It was a day of light trade in Winnipeg because American markets were closed for Memorial Day.

The stronger Canadian dollar put downward pressure on canola prices. Support came from delayed seeding and reports that some fields in Saskatchewan and Manitoba have been flooded and will need to be reseeded.

There is a risk of frost tonight in Saskatchewan’s northern grainbelt and in parts of Alberta.

The most active July canola contract fell $1.80 to $373.50 per tonne on 634 trades.

The previous day’s best basis was steady at -$3.75 per tonne off the July contract in the par region, according to the Winnipeg ICE Futures daily report.

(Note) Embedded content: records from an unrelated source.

"""The offline document: the core's data (``calc.offline``) and how the pages' forms read.

Served at ``/offline-data.json``, and with the code that uses it as one
script, ``/offline-calc.js?v=<hash>`` (:func:`offline_bundle`), which the
service worker imports when it installs: it works out the converter and the
film chain with them when the server is out of reach
(``static/js/offline-calc.js``, the source). The form
part (which unit menu each page has, the words of each form error, and the
unit spellings a value may carry, as ``4.5 bcm``) is read here from
``webapp.common.forms`` by giving it such input, so that a change there
shows in the document and the phone reads a form as the server does.
"""

from __future__ import annotations

import hashlib
import json
from functools import cache
from pathlib import Path

import rjsmin

from calc.display import UNIT_LABELS
from calc.errors import InputError
from calc.offline import document as core_document
from calc.units import parse_unit
from webapp.calculators import BY_KIND, convert, film, kind_name
from webapp.common import forms
from webapp.common.assets import compressed_forms
from webapp.snippets import rules as snippet_rules

# The unit menus a typed unit may set, by the name the phone uses for them.
MENUS = {
    "converter": convert.UNIT_ORDER,
    "density": convert.DENSITY_UNITS,
    "anilox": film.ANILOX_UNITS,
}
_TEXT = "§"

# Everyday spellings tried beside the units' own spellings and labels; only
# those the server reads (through parse_unit) go into the document.
_EXTRA_SPELLINGS = (
    "bcm", "BCM", "bcm/in2", "bcm/in²", "BCM/sq in", "bcm/sq in", "mm3/in2", "cm3/m2", "cc/m2", "ccm/m2",
    "micron", "microns", "µ", "um", "μm", "micrometer", "micrometre", "mils", "thou", "inch", "inches",
    "millimeter", "millimetre", "lines/in", "lines/inch", "line/in", "lines/cm", "line/cm", "lpi", "lpcm",
    "gsm", "g/m^2", "lbs/ream", "m^2/kg", "ft^2/lb", "sq ft", "sqft", "ft^2", "m^2", "in^2", "sq in",
    "liter", "litre", "liters", "litres", "L", "gallon", "gallons", "US gal", "kilogram", "kilograms",
    "pound", "pounds", "lbs", "g/cc", "g/ml", "g/mL", "kg/L", "kg/dm3", "lb/US gal", "lbs/gal",
)  # fmt: skip


def _candidates() -> list[str]:
    seen = []
    for spelling in list(UNIT_LABELS) + list(UNIT_LABELS.values()) + list(_EXTRA_SPELLINGS):
        cases = (spelling, spelling.lower(), spelling.replace("µ", "μ"), spelling.replace("µ", "u"))
        for text in cases:
            for variant in (text, text.replace("2", "²").replace("3", "³"), text.replace("2", "^2").replace("3", "^3")):
                if variant not in seen:
                    seen.append(variant)
    return seen


def _message(make) -> str:
    try:
        make()
    except InputError as exc:
        return exc.message
    raise AssertionError("expected an InputError")  # pragma: no cover


def spellings() -> tuple[dict, dict]:
    """``({text: unit number}, {menu: {unit number: menu spelling}})`` for every spelling the server reads.

    A text's unit number is shared by all texts of one pint unit; a menu
    maps the unit numbers it takes to its own spelling, exactly as
    ``webapp.common.forms`` reads a unit typed with a value.
    """
    keys: dict[str, int] = {}
    texts: dict[str, int] = {}
    menus: dict[str, dict] = {name: {} for name in MENUS}
    for text in _candidates():
        try:
            unit = parse_unit(text, "x")
        except InputError:
            continue
        key = keys.setdefault(str(unit), len(keys))
        texts[text] = key
        for name, allowed in MENUS.items():
            try:
                menus[name][str(key)] = forms._menu_unit(text, allowed, "x")
            except InputError:
                pass
    return texts, menus


def form_document() -> dict:
    texts, menus = spellings()
    # a unit every menu refuses stands for the typed text: "'§' is not one of ..." (a unit that does parse)
    refusals = {
        name: _message(lambda allowed=allowed: forms._menu_unit("furlong", allowed, "x")).replace("furlong", "{text}")
        for name, allowed in MENUS.items()
    }
    return {
        "menus": {name: list(units) for name, units in MENUS.items()},
        "spellings": texts,
        "menu_units": menus,
        "bare": forms._BARE,
        "refusals": refusals,
        "messages": {
            "needs_number": _message(lambda: forms.parse_number("", "x")),
            "too_long": _message(lambda: forms.parse_number("1" * 41, "x")),
            "not_number": _message(lambda: forms.parse_number("x" + _TEXT, "x")).replace("x" + _TEXT, "{text}"),
            "too_large": _message(lambda: forms.parse_number("1e99", "x")),
            "percent_range": _message(lambda: forms.parse_percent("101", "x")),
            "choose": _message(lambda: forms.choose("?", (), "x")),
        },
        # "Save this…" under an answer worked out on the phone: the title it gets if it waits
        # in the outbox, as webapp/snippets/pages.py names it (kind's name: main input).
        "saving": {
            "title_limit": snippet_rules.LIMITS["title"],
            "kinds": {
                kind: {"name": kind_name(kind), "main": BY_KIND[kind].main_input} for kind in ("equivalents", "film")
            },
        },
        "converter": {"form_fields": convert.FORM_FIELDS, "defaults": convert.DEFAULTS},
        "film": {
            "rows": [list(row) for row in film.ROWS],
            "layers": [list(layer) for layer in film.LAYERS],
            "defaults": film.DEFAULTS,
        },
    }


@cache
def offline_document() -> tuple[bytes, str]:
    """The document as compact JSON, and a short hash of it (its address's version)."""
    doc = core_document(conversion_units=convert.UNIT_ORDER)
    doc["forms"] = form_document()
    body = json.dumps(doc, ensure_ascii=False, separators=(",", ":"), sort_keys=True).encode("utf-8")
    return body, hashlib.sha256(body).hexdigest()[:16]


OFFLINE_CALC_SOURCE = Path(__file__).resolve().parents[1] / "static" / "js" / "offline-calc.js"


class Bundle:
    """The phone's offline script: the code without comments and spaces, then the document
    (``self.inkfilmOfflineData``); kept compressed once (Brotli at its best, gzip) as it is
    part of every first load."""

    def __init__(self, source: str, document: bytes):
        code = rjsmin.jsmin(source) + "\nself.inkfilmOfflineData=" + document.decode("utf-8") + ";\n"
        self.body = code.encode("utf-8")
        self.version = hashlib.sha256(self.body).hexdigest()[:16]
        self.encoded = compressed_forms(self.body)


@cache
def offline_bundle() -> Bundle:
    return Bundle(OFFLINE_CALC_SOURCE.read_text(encoding="utf-8"), offline_document()[0])
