#[test]
fn the_standard_error_covers_the_estimate_about_two_times_in_three() {
    // Within one standard error of the true ρ about 68.3% of the time (the normal approximation behind
    // Bartlett's formula); 400 independent series of 400 returns: the share's own standard deviation is
    // √(0.683 · 0.317 / 400) ≈ 0.023, so [0.60, 0.76] is more than three of them either side.
    let rho = 0.5;
    let within = (0..400)
        .filter(|&seed| {
            let (_, observed) = smoothed(400, 0.0, 0.02, rho, 1000 + seed);
            let est = autocorrelation(&observed).unwrap();
            (est - rho).abs() <= standard_error(est, observed.len() - 1)
        })
        .count();
    let share = within as f64 / 400.0;
    assert!(
        (0.60..=0.76).contains(&share),
        "share within one s.e.: {share}"
    );
}

/// A small fund: three daily assets and `PF01`, valued at each month's last business day only (blank on
/// other days unless `repeat`, then its last value repeated), its monthly returns smoothed with ρ = 0.6.
/// Returns the market and PF01's value per business day.
fn fund_with_appraised(
    f: &Fixture,
    columns: &str,
    cells: &str,
    config: &str,
    repeat: bool,
) -> (Market, Vec<Option<f64>>) {
    use chrono::Datelike;
    let m = Market::new(3, "2015-01-01", "2024-12-31", 5);
    let ends: Vec<bool> = (0..m.dates.len())
        .map(|i| i + 1 == m.dates.len() || m.dates[i + 1].month() != m.dates[i].month())
        .collect();
    let months = ends.iter().filter(|e| **e).count();
    let (_, observed) = smoothed(months, 0.004, 0.035, 0.6, 77);
    let (mut level, mut k, mut values) = (100.0, 0, Vec::new());
    for end in &ends {
        if *end {
            level *= 1.0 + observed[k];
            k += 1;
        }
        values.push((*end || (repeat && k > 0)).then_some(level));
    }
    let mut prices = format!("date,{},PF01\n", m.assets.join(","));
    for ((d, row), v) in m.dates.iter().zip(&m.prices).zip(&values) {
        let cells: Vec<String> = row.iter().map(|p| format!("{p:.6}")).collect();
        let pf = v.map(|p| format!("{p:.6}")).unwrap_or_default();
        prices.push_str(&format!("{d},{},{pf}\n", cells.join(",")));
    }
    f.write("data/prices.csv", &prices);
    let mut assets = format!("asset,class,max_weight{columns}\n");
    for (a, c) in m.assets.iter().zip(&m.classes) {
        assets.push_str(&format!(
            "{a},{c},0.6{}\n",
            if columns.is_empty() { "" } else { ",daily," }
        ));
    }
    assets.push_str(&format!("PF01,property,0.6{cells}\n"));
    f.write("data/assets.csv", &assets);
    f.write(
        "data/holdings.csv",
        "asset,weight\nAS01,0.25\nAS02,0.25\nAS03,0.25\nPF01,0.25\n",
    );
    // The fund with a given ρ also runs a one-year backtest asking for the daily traffic light.
    let backtest = if config.contains("geltner_rho") {
        "  backtest_years: 1\n  daily_var_check: true\n"
    } else {
        "  backtest_years: 0\n  daily_var_check: false\n"
    };
    f.write(
        "fund.yaml",
        &format!("fund:\n  name: Appraisal Test Fund (fictional)\ndata:\n  prices: data/prices.csv\n  assets: data/assets.csv\n  holdings: data/holdings.csv\n{config}analysis:\n{backtest}  frontier_points: 2\n  band_resamples: 0\noutput:\n  root: out\n"),
    );
    (m, values)
}

const MONTHLY: &str = "scenarios:\n  frequency: monthly\n  horizon: 1\n  lookback_years: 8\n";

/// Scenario returns of one asset column of scenarios.csv.
fn scenario_column(dir: &std::path::Path, asset: &str) -> Vec<f64> {
    let text = std::fs::read_to_string(dir.join("scenarios.csv")).unwrap();
    let mut lines = text.lines();
    let head: Vec<&str> = lines.next().unwrap().split(',').collect();
    let c = head.iter().position(|h| *h == asset).unwrap();
    lines
        .map(|l| l.split(',').nth(c).unwrap().parse().unwrap())
        .collect()
}

/// The pack folder a successful run printed last (relative paths are the fixture's).
fn pack(f: &Fixture, ran: &super::common::Ran) -> std::path::PathBuf {
    assert_eq!(ran.code, 0, "{}{}", ran.stdout, ran.stderr);
    f.dir.path().join(ran.stdout.trim().lines().last().unwrap())
}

The 14-day Relative Strength Index for July canola was 37, according to BarChart.com. The rule of thumb is an RSI of 30 indicates an over sold market and 70 indicates over bought.

New crop November canola fell 2.10 to $380.40 per tonne on 239 trades.

The Canadian dollar at noon was 95.58 cents US, up from 95.25 cents at noon the previous trading day. The U.S. dollar at noon was $1.0462 Cdn.

Winnipeg barley July was untraded at $147.50. There was a mistake in Thursday and Friday’s report when it said the price was $143.50. December was untraded at $150, with 10 outstanding contracts.